(MATERIAL PROVIDED):
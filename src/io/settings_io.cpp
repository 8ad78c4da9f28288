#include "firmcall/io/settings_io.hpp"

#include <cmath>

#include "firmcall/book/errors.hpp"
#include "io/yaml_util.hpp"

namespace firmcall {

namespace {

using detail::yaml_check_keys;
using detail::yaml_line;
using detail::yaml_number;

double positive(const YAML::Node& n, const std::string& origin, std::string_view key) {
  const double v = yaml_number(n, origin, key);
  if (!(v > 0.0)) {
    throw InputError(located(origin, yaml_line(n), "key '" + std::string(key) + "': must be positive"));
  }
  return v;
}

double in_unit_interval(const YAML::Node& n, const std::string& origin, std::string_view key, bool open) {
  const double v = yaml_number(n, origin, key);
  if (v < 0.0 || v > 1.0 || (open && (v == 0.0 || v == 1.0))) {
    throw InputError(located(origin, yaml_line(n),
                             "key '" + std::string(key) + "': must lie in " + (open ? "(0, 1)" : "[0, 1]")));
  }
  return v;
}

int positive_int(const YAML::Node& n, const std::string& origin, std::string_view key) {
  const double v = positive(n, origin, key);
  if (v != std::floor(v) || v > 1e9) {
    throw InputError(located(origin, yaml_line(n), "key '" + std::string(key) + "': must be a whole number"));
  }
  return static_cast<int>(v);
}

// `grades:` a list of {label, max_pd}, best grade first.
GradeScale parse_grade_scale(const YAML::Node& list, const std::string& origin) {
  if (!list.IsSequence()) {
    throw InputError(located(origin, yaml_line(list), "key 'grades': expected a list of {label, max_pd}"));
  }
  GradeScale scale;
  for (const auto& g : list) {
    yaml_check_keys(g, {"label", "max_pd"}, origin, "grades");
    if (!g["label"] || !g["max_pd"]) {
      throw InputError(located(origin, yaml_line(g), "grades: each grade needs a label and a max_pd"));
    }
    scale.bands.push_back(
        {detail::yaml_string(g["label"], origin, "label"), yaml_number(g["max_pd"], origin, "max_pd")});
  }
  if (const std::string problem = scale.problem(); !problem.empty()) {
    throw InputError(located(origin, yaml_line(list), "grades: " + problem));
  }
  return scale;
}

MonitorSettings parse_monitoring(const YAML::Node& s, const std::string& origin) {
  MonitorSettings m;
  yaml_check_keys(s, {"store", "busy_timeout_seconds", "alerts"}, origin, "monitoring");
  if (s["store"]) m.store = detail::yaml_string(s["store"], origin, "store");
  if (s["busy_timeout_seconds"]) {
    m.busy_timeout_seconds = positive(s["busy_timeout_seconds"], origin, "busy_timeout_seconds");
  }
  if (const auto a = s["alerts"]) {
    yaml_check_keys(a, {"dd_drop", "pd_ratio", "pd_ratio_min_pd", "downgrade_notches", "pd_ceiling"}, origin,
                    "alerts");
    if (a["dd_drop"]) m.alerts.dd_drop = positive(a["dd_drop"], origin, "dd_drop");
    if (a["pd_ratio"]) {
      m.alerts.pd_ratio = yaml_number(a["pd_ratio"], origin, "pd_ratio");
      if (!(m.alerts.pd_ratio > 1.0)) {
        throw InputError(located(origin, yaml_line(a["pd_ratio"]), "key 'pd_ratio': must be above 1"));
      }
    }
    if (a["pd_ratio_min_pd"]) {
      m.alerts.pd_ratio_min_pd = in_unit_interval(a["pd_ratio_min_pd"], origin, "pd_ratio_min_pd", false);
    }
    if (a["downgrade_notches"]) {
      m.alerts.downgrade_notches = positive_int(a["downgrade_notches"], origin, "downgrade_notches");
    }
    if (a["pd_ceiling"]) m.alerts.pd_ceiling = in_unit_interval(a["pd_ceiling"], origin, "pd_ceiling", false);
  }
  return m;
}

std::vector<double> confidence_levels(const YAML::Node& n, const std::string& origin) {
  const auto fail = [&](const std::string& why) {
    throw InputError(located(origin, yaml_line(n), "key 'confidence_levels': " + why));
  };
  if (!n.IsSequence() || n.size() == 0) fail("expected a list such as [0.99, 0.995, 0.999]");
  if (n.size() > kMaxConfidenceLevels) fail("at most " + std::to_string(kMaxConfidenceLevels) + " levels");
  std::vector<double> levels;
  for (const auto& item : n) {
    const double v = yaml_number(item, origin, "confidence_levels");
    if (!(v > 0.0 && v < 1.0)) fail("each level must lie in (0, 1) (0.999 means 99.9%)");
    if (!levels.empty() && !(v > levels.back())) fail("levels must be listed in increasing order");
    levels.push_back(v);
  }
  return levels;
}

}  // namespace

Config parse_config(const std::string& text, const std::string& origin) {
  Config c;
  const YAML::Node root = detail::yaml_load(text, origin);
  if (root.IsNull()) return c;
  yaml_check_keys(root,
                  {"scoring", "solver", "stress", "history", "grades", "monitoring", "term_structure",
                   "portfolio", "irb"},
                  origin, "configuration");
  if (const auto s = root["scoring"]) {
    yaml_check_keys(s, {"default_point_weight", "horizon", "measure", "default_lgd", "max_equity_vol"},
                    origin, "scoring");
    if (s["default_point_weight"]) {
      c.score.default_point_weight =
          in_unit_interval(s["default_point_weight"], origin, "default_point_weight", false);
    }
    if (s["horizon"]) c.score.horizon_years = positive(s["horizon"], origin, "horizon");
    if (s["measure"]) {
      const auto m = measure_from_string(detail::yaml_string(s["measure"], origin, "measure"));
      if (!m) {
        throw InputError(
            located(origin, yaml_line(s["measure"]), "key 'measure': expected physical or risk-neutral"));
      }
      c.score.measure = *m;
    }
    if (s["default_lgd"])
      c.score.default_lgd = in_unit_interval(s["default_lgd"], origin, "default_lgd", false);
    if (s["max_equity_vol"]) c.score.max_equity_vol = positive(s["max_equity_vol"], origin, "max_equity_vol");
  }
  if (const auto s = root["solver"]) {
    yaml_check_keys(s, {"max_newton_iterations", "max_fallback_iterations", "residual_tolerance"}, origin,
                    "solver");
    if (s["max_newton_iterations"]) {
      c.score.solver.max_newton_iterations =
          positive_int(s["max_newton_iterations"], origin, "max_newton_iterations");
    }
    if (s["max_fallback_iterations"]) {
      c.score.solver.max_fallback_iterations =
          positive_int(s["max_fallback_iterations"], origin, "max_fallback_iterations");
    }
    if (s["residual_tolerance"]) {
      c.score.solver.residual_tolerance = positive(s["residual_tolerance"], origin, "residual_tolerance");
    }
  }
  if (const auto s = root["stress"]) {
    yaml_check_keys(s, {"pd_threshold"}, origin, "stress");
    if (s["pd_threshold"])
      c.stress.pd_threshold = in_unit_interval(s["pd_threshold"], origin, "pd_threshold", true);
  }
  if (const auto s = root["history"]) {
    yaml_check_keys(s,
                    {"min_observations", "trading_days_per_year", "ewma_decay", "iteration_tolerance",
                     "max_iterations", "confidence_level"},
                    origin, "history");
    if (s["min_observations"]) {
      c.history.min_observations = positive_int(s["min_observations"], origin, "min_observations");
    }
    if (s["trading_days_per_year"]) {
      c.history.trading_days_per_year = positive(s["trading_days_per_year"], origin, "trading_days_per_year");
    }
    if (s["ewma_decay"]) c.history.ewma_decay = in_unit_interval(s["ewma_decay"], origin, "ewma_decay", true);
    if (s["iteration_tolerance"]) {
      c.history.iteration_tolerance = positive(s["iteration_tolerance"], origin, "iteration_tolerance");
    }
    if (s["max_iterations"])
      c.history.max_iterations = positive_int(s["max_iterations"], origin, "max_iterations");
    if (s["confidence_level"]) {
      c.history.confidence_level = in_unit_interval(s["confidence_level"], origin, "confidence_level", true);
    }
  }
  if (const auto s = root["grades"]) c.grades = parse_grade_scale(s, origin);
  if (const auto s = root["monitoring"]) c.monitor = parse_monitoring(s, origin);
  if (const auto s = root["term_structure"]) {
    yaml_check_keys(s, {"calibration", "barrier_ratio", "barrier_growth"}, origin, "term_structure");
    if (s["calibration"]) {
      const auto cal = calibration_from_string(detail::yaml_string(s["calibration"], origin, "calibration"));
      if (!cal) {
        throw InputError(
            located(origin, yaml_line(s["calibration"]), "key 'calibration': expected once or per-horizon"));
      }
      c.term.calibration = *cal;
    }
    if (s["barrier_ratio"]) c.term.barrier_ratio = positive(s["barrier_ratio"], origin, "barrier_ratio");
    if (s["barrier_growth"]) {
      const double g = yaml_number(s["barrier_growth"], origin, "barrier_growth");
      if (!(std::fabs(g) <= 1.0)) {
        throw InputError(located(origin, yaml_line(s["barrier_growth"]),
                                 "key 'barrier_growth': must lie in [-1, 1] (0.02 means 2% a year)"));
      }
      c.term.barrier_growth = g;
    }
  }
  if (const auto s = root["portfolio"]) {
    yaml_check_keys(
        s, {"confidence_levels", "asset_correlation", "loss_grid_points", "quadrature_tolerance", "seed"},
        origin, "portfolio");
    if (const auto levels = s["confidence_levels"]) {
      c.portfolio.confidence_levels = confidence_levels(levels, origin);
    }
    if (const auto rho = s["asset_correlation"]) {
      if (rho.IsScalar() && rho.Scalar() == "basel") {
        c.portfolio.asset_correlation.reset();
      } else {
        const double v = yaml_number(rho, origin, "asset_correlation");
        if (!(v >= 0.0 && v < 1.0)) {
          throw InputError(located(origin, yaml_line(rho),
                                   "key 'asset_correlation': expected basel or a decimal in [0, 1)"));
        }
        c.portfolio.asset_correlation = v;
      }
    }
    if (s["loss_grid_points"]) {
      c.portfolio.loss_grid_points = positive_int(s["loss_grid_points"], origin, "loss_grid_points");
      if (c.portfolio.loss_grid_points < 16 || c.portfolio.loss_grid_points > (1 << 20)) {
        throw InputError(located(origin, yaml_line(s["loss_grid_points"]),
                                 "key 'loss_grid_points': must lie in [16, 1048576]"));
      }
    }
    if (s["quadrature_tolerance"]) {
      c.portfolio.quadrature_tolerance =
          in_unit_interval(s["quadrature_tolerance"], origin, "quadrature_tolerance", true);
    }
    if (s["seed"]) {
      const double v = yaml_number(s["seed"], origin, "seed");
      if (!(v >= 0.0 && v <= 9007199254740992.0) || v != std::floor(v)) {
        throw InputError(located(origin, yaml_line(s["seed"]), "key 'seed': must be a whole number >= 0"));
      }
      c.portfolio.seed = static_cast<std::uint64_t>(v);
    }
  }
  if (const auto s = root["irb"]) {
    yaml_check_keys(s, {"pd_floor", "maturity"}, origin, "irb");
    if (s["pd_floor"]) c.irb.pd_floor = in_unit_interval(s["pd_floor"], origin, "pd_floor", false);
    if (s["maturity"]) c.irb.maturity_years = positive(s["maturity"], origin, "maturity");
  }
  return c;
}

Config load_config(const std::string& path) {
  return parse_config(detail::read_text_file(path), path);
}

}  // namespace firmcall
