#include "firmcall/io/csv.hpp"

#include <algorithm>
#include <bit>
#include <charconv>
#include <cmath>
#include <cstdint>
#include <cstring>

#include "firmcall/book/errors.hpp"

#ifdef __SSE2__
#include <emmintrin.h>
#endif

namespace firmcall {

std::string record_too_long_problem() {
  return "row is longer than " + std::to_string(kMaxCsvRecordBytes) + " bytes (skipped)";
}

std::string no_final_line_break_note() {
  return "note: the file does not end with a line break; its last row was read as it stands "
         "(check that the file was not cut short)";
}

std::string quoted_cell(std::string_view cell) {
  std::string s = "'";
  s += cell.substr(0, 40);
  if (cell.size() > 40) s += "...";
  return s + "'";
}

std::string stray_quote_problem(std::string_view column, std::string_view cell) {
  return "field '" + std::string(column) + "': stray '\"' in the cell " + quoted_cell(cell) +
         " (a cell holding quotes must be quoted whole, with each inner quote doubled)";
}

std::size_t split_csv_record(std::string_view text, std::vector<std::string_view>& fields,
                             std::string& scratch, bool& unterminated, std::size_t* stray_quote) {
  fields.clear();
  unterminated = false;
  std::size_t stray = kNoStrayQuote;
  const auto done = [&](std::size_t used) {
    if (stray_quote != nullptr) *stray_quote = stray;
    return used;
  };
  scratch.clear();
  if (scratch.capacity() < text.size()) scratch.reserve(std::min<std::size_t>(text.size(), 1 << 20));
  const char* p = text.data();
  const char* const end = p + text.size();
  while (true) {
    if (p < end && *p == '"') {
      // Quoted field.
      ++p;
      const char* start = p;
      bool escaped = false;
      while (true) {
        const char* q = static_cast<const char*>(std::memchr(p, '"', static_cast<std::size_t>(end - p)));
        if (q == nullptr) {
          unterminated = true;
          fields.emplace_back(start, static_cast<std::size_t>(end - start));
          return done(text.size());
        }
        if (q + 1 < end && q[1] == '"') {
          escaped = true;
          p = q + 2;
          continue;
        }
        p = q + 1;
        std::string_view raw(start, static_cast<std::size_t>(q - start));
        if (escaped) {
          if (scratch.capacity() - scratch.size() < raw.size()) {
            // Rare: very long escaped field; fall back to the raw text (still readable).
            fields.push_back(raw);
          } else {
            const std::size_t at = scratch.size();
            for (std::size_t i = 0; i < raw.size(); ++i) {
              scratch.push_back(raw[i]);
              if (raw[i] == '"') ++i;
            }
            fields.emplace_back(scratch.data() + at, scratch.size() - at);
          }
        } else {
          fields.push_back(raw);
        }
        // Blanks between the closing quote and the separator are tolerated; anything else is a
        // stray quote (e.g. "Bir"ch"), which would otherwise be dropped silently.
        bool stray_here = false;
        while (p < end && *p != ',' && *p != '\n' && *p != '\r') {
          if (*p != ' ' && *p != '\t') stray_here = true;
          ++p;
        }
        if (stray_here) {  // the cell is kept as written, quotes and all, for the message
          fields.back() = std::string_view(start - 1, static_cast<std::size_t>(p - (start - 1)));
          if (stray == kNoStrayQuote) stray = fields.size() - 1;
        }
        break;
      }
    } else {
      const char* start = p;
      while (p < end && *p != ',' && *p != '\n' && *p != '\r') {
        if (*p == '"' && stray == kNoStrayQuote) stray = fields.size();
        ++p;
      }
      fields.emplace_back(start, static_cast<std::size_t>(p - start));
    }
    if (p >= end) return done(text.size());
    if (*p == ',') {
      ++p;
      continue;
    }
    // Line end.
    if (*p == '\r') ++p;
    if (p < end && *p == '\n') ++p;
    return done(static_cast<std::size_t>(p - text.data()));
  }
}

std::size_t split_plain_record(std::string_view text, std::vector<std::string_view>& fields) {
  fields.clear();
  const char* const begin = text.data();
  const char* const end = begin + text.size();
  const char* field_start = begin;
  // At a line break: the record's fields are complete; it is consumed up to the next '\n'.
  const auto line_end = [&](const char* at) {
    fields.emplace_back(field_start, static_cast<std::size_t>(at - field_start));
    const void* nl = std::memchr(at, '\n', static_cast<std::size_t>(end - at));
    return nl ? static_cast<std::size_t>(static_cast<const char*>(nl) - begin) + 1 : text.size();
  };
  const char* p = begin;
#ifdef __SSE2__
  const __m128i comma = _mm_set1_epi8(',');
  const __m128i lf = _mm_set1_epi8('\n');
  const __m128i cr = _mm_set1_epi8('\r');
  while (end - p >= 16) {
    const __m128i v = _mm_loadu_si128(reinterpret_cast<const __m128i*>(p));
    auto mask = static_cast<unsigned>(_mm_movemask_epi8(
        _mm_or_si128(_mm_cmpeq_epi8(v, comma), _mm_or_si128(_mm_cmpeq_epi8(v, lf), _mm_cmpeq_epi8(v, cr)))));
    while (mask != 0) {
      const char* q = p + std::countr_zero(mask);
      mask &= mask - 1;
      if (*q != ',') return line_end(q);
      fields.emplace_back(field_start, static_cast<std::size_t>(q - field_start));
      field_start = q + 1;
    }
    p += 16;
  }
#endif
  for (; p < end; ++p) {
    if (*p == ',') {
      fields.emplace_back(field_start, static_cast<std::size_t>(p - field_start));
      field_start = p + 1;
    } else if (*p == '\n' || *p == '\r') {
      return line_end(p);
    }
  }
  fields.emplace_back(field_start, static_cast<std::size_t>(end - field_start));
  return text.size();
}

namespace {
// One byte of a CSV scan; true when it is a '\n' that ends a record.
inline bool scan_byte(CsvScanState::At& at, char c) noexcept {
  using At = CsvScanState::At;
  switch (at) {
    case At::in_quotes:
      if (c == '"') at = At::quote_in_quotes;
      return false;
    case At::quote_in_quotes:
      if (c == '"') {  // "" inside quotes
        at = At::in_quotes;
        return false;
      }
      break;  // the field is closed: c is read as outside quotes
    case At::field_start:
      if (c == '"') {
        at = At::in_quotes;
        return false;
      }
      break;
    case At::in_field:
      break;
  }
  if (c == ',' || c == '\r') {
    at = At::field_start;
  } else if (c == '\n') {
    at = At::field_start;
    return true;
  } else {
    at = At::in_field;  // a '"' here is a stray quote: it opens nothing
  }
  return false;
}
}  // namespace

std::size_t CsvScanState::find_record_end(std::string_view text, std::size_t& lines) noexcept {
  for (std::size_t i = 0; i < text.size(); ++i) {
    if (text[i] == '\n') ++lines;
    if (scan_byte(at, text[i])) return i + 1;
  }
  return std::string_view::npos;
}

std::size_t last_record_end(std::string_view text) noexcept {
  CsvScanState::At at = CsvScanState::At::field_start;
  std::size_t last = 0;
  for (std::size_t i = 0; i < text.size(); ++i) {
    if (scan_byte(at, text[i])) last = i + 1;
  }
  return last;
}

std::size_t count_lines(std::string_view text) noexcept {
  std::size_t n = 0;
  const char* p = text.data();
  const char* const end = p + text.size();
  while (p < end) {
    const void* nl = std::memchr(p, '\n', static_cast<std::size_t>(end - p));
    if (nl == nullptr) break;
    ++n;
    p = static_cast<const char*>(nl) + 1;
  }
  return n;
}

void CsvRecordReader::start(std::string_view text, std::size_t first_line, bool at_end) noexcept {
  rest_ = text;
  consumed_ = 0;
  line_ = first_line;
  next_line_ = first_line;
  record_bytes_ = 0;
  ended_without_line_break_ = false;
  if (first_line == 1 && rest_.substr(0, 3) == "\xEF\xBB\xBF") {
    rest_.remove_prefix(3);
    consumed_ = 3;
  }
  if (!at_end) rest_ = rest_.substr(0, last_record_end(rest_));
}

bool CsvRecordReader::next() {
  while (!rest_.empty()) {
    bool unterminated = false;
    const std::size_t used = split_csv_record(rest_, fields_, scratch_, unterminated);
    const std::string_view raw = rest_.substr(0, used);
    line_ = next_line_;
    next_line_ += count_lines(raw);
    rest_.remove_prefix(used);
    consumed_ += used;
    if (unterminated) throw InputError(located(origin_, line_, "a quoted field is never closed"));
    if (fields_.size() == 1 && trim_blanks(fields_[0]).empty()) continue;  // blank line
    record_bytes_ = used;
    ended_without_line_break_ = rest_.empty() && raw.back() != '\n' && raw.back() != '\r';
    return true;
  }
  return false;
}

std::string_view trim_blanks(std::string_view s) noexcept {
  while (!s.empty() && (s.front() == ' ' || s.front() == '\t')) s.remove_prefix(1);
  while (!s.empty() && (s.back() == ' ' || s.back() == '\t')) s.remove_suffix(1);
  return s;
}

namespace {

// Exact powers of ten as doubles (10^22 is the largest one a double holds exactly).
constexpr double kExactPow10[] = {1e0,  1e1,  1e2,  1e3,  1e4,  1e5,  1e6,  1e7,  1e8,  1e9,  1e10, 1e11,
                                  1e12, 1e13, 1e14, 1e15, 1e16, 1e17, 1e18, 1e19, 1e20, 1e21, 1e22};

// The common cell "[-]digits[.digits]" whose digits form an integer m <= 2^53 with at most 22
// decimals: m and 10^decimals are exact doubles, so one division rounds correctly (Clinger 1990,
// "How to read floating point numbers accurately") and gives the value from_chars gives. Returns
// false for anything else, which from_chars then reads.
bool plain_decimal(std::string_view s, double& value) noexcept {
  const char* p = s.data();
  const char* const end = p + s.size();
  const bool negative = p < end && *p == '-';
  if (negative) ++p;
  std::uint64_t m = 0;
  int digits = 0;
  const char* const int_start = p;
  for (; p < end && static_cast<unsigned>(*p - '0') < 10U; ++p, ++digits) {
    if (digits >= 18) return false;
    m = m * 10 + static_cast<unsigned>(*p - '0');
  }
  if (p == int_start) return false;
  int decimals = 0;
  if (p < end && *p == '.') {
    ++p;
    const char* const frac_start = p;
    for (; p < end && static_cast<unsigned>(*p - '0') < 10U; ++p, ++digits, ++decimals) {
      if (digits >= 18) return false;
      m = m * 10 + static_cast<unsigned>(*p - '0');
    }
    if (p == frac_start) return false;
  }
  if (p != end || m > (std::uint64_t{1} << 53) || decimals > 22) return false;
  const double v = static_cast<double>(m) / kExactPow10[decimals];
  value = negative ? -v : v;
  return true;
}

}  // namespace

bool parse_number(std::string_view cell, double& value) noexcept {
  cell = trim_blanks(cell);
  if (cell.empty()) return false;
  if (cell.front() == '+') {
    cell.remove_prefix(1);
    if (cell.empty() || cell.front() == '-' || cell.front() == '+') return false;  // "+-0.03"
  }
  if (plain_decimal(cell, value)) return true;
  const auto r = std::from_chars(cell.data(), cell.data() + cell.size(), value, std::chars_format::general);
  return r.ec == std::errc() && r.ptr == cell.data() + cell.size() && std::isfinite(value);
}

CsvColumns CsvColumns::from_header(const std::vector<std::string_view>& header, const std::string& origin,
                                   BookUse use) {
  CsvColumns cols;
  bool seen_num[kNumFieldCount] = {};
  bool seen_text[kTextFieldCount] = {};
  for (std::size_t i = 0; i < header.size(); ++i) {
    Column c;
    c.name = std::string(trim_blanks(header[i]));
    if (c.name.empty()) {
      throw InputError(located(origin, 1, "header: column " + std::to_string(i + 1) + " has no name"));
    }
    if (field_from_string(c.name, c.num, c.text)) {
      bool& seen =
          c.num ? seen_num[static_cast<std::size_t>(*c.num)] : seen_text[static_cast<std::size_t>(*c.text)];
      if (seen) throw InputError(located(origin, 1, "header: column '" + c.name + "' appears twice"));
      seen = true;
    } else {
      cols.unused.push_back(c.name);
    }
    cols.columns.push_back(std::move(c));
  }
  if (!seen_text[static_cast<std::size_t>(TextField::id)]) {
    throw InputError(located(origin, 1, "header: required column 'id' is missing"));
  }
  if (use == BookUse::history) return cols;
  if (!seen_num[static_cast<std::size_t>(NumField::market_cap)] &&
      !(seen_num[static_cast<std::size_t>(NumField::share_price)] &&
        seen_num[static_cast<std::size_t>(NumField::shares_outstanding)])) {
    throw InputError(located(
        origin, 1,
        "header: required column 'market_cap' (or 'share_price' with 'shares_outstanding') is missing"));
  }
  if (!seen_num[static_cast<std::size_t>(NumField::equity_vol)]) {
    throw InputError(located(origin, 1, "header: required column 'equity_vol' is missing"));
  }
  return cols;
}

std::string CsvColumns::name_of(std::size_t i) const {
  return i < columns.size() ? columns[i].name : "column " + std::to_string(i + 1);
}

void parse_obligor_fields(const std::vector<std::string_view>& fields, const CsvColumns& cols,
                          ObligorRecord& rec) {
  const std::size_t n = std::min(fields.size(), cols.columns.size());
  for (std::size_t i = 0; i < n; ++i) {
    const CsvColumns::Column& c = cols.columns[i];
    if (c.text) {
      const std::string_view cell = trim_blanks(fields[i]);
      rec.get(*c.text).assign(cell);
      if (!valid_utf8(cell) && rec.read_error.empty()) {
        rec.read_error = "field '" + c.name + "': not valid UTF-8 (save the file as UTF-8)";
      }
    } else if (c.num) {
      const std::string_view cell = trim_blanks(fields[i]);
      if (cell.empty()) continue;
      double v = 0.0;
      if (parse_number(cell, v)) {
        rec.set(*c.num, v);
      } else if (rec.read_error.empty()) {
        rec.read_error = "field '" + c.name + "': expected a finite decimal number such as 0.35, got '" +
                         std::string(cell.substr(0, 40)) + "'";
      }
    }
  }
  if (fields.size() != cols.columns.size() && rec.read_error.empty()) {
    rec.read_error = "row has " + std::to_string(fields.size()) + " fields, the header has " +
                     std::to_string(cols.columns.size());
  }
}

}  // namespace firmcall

(WORK TO BE COMPLETED): Select every line of the material above holding the word "begin" and copy it.

(RESULT OF THIS EXERCISE):
  const char* const begin = text.data();
  const char* const end = begin + text.size();
  const char* field_start = begin;
    return nl ? static_cast<std::size_t>(static_cast<const char*>(nl) - begin) + 1 : text.size();
  const char* p = begin;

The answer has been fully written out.